Mr. Speaker, I reserve the balance of my time.


Mr. PUTNAM. Mr. Speaker, I appreciate the comments of the speakers on both sides of the aisle. I agree with them that Chairman Bonilla has led a very balanced process as we move agricultural policy in this country into the 21st century. It is a large appropriations bill. It covers a wide array of needs in this Nation, from WIC and child nutrition programs, to the conservation side and all that that entails in terms of making sure that we are not eroding our valuable topsoil, making sure that we have wildlife habitat, and making sure that environmentalists understand that farmers are the true stewards of that land. And frankly, at the root of the bill, the most important service, is to allow American farmers and ranchers to continue to grow the safest, most affordable, most abundant food supply and be able to feed not only our country but the rest of the world as well.
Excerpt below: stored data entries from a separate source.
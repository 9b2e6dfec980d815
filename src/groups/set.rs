//! A group set: its groups and the patterns that find them.

use std::sync::Arc;

use super::GroupCounts;
use super::error::GroupsError;
use super::pattern::{Environments, Filing, Program};
use crate::chem::{Composition, Element};
use crate::table::{Row, Table};

/// A group of a set, as published.
#[derive(Clone, Debug, PartialEq)]
pub struct Group {
    /// Published number.
    pub number: u16,
    /// Formula as the paper prints it.
    pub formula: Arc<str>,
    /// Atoms it stands for, doubled: some groups hold half an atom. `None` for
    /// an ion, which no neutral molecule holds.
    pub doubled_composition: Option<Composition>,
}

/// A pattern with what it gives.
#[derive(Clone, Debug)]
pub(super) struct GroupPattern {
    pub(super) gives: GroupCounts,
    /// How many groups that is.
    pub(super) groups: u16,
    /// The first pattern that gives the same at the same rank.
    pub(super) like: u16,
    pub(super) program: Program,
    pub(super) rank: u16,
    pub(super) text: String,
    pub(super) example: Option<String>,
    pub(super) line: u64,
}

/// A published group set with our patterns for it.
#[derive(Clone, Debug)]
pub struct GroupSet {
    id: &'static str,
    groups: Vec<Group>,
    pub(super) patterns: Vec<GroupPattern>,
    pub(super) environments: Environments,
    filing: Filing,
}

impl GroupSet {
    /// Reads a set from the texts of its group tables (columns `number`,
    /// `formula`, `composition`) and its pattern tables; each text comes with
    /// the file name for messages. A group of a later table replaces one of the
    /// same number; patterns of later tables are added.
    ///
    /// # Errors
    ///
    /// A table fault, a duplicate or unknown group number, a composition that
    /// is no formula, a pattern that does not compile: each with its place.
    pub fn read(
        id: &'static str,
        group_tables: &[(&str, &str)],
        pattern_tables: &[(&str, &str)],
    ) -> Result<Self, GroupsError> {
        let mut groups: Vec<Group> = Vec::new();
        for (file, text) in group_tables {
            for group in read_groups(&Table::read(file, text)?)? {
                match groups.binary_search_by_key(&group.number, |known| known.number) {
                    Ok(at) => groups[at] = group,
                    Err(at) => groups.insert(at, group),
                }
            }
        }
        let mut patterns = Vec::new();
        let mut environments = Environments::default();
        for (file, text) in pattern_tables {
            let table = Table::read(file, text)?;
            read_patterns(&table, &groups, &mut environments, &mut patterns)?;
        }
        let filing = Filing::of(
            patterns
                .iter()
                .map(|pattern: &GroupPattern| &pattern.program),
        );
        Ok(Self {
            id,
            groups,
            patterns,
            environments,
            filing,
        })
    }

    /// Identifier of the set, as in the `set` column.
    pub fn id(&self) -> &'static str {
        self.id
    }

    /// The groups, ascending by number.
    pub fn groups(&self) -> &[Group] {
        &self.groups
    }

    /// The group with this published number.
    pub fn group(&self, number: u16) -> Option<&Group> {
        let at = self
            .groups
            .binary_search_by_key(&number, |group| group.number)
            .ok()?;
        Some(&self.groups[at])
    }

    /// Every pattern as (what it gives, its text, an example molecule, its line).
    pub fn patterns(
        &self,
    ) -> impl ExactSizeIterator<Item = (&GroupCounts, &str, Option<&str>, u64)> {
        self.patterns.iter().map(|pattern| {
            (
                &pattern.gives,
                pattern.text.as_str(),
                pattern.example.as_deref(),
                pattern.line,
            )
        })
    }

    /// Counts in words: `2 CH3, 1 CH2`.
    pub fn describe(&self, counts: &GroupCounts) -> String {
        counts
            .iter()
            .map(|(number, count)| match self.group(number) {
                Some(group) => format!("{count} {}", group.formula),
                None => format!("{count} of unknown group {number}"),
            })
            .collect::<Vec<_>>()
            .join(", ")
    }

    /// Whether the groups' formulas add up to the composition of the molecule.
    pub fn conserves(&self, counts: &GroupCounts, composition: &Composition) -> bool {
        let mut doubled = Composition::default();
        for (number, count) in counts.iter() {
            match self
                .group(number)
                .and_then(|group| group.doubled_composition.as_ref())
            {
                Some(composition) => doubled.add_times(composition, count),
                None => return false,
            }
        }
        Element::ALL
            .into_iter()
            .all(|element| doubled.count(element) == 2 * composition.count(element))
    }

    pub(super) fn filed_under(&self, key: u8) -> &[u16] {
        self.filing.under(key)
    }
}

fn read_groups(table: &Table) -> Result<Vec<Group>, GroupsError> {
    let number = table.column("number")?;
    let formula = table.column("formula")?;
    let composition = table.column("composition")?;
    let mut groups: Vec<Group> = Vec::with_capacity(table.rows().len());
    for row in table.rows() {
        let group = Group {
            number: row.required_integer(number)?,
            formula: row.required_text(formula)?.into(),
            doubled_composition: match row.text(composition) {
                "" => None,
                text => Some(doubled_composition(text).ok_or_else(|| {
                    row.fault(composition, "is no formula of whole or half atoms")
                })?),
            },
        };
        match groups.binary_search_by_key(&group.number, |known| known.number) {
            Ok(_) => return Err(row.fault(number, "stands twice").into()),
            Err(at) => groups.insert(at, group),
        }
    }
    Ok(groups)
}

fn read_patterns(
    table: &Table,
    groups: &[Group],
    environments: &mut Environments,
    patterns: &mut Vec<GroupPattern>,
) -> Result<(), GroupsError> {
    let gives = table.column("gives")?;
    let pattern = table.column("pattern")?;
    let rank = table.column("rank")?;
    let example = table.column("example")?;
    for row in table.rows() {
        let counts = read_gives(row, gives, groups)?;
        let text = row.required_text(pattern)?;
        let program =
            Program::compile(text, environments).map_err(|faults| GroupsError::Pattern {
                file: table.file().to_owned(),
                line: row.line(),
                pattern: text.to_owned(),
                faults,
            })?;
        let rank = if row.text(rank).is_empty() {
            0
        } else {
            row.required_integer(rank)?
        };
        let like = patterns
            .iter()
            .position(|other| other.gives == counts && other.rank == rank)
            .unwrap_or(patterns.len());
        patterns.push(GroupPattern {
            groups: counts.total() as u16,
            gives: counts,
            like: like as u16,
            program,
            rank,
            text: text.to_owned(),
            example: Some(row.text(example))
                .filter(|text| !text.is_empty())
                .map(str::to_owned),
            line: row.line(),
        });
    }
    Ok(())
}

fn read_gives(
    row: Row<'_>,
    column: crate::table::Column,
    groups: &[Group],
) -> Result<GroupCounts, GroupsError> {
    let counts = GroupCounts::from_text(row.required_text(column)?)
        .ok_or_else(|| row.fault(column, "is not of the form `number:count`"))?;
    for (number, _) in counts.iter() {
        if groups
            .binary_search_by_key(&number, |group| group.number)
            .is_err()
        {
            return Err(row
                .fault(column, format!("group {number} is not in the set"))
                .into());
        }
    }
    Ok(counts)
}

/// Twice the atoms of a formula whose counts may end in `.5`.
fn doubled_composition(text: &str) -> Option<Composition> {
    let mut doubled = Composition::default();
    let mut rest = text;
    while !rest.is_empty() {
        let letters = rest
            .chars()
            .skip(1)
            .take_while(char::is_ascii_lowercase)
            .count();
        let length = 1 + letters.min(1);
        let element = Element::from_symbol(rest.get(..length)?)?;
        rest = &rest[length..];
        let digits = rest
            .find(|next: char| !next.is_ascii_digit() && next != '.')
            .unwrap_or(rest.len());
        let atoms: f64 = if digits == 0 {
            1.0
        } else {
            rest[..digits].parse().ok()?
        };
        rest = &rest[digits..];
        let twice = 2.0 * atoms;
        if twice.fract() != 0.0 || !(0.0..=2000.0).contains(&twice) {
            return None;
        }
        doubled.add(element, twice as u16);
    }
    Some(doubled)
}

#[cfg(test)]
mod tests {
    use super::*;

    #[test]
    fn half_atoms_are_read() {
        let doubled = doubled_composition("C1.5H3O").unwrap();
        assert_eq!(doubled.count(Element::C), 3);
        assert_eq!(doubled.count(Element::H), 6);
        assert_eq!(doubled.count(Element::O), 2);
        assert_eq!(doubled_composition("C0.3"), None);
        assert_eq!(doubled_composition("é"), None);
    }
}
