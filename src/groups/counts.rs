//! How often each group of a set occurs.

use std::fmt;

use smallvec::SmallVec;

/// Group counts of one molecule in one set: (published group number, count),
/// ascending by number, no zero counts.
#[derive(Clone, Debug, Default, PartialEq, Eq, Hash, PartialOrd, Ord)]
pub struct GroupCounts(SmallVec<[(u16, u16); 8]>);

impl GroupCounts {
    /// No groups.
    pub fn new() -> Self {
        Self::default()
    }

    /// Adds `count` groups of this number.
    pub fn add(&mut self, number: u16, count: u16) {
        if count == 0 {
            return;
        }
        match self.0.binary_search_by_key(&number, |entry| entry.0) {
            Ok(at) => self.0[at].1 += count,
            Err(at) => self.0.insert(at, (number, count)),
        }
    }

    /// Count of one group, 0 where it does not occur.
    pub fn count(&self, number: u16) -> u16 {
        self.0
            .binary_search_by_key(&number, |entry| entry.0)
            .map_or(0, |at| self.0[at].1)
    }

    /// The groups, ascending by number.
    pub fn iter(&self) -> impl ExactSizeIterator<Item = (u16, u16)> + '_ {
        self.0.iter().copied()
    }

    /// Whether there is no group at all.
    pub fn is_empty(&self) -> bool {
        self.0.is_empty()
    }

    /// Number of groups, repeats counted.
    pub fn total(&self) -> u32 {
        self.0.iter().map(|&(_, count)| u32::from(count)).sum()
    }

    /// Removes all groups, keeping the memory.
    pub fn clear(&mut self) {
        self.0.clear();
    }

    /// Reads `number:count;number:count`; `None` if it is anything else.
    pub fn from_text(text: &str) -> Option<Self> {
        let mut counts = Self::new();
        for entry in text.split(';').filter(|entry| !entry.is_empty()) {
            let (number, count) = entry.split_once(':')?;
            counts.add(number.trim().parse().ok()?, count.trim().parse().ok()?);
        }
        Some(counts)
    }
}

impl FromIterator<(u16, u16)> for GroupCounts {
    fn from_iter<I: IntoIterator<Item = (u16, u16)>>(entries: I) -> Self {
        let mut counts = Self::new();
        for (number, count) in entries {
            counts.add(number, count);
        }
        counts
    }
}

impl fmt::Display for GroupCounts {
    /// The form of the `groups` column: `1:2;2:4`.
    fn fmt(&self, f: &mut fmt::Formatter<'_>) -> fmt::Result {
        for (position, (number, count)) in self.iter().enumerate() {
            if position > 0 {
                f.write_str(";")?;
            }
            write!(f, "{number}:{count}")?;
        }
        Ok(())
    }
}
It is a real tribute that there is bipartisan support for this legislation to make sure that we are competitive in the 21st century, that we are compliant with our global trade agreements, that we are continuing to push ahead in fighting the war against hunger, making sure that we continue to fight the war against obesity, and allowing our farmers and ranchers to be competitive.

So it is a testament to the bill, and it is a testament to the authors of that bill on both sides of the aisle.

Mr. Speaker, I yield back the balance of my time, and I move the previous question on the resolution.

The previous question was ordered.

The resolution was agreed to.

A motion to reconsider was laid on the table.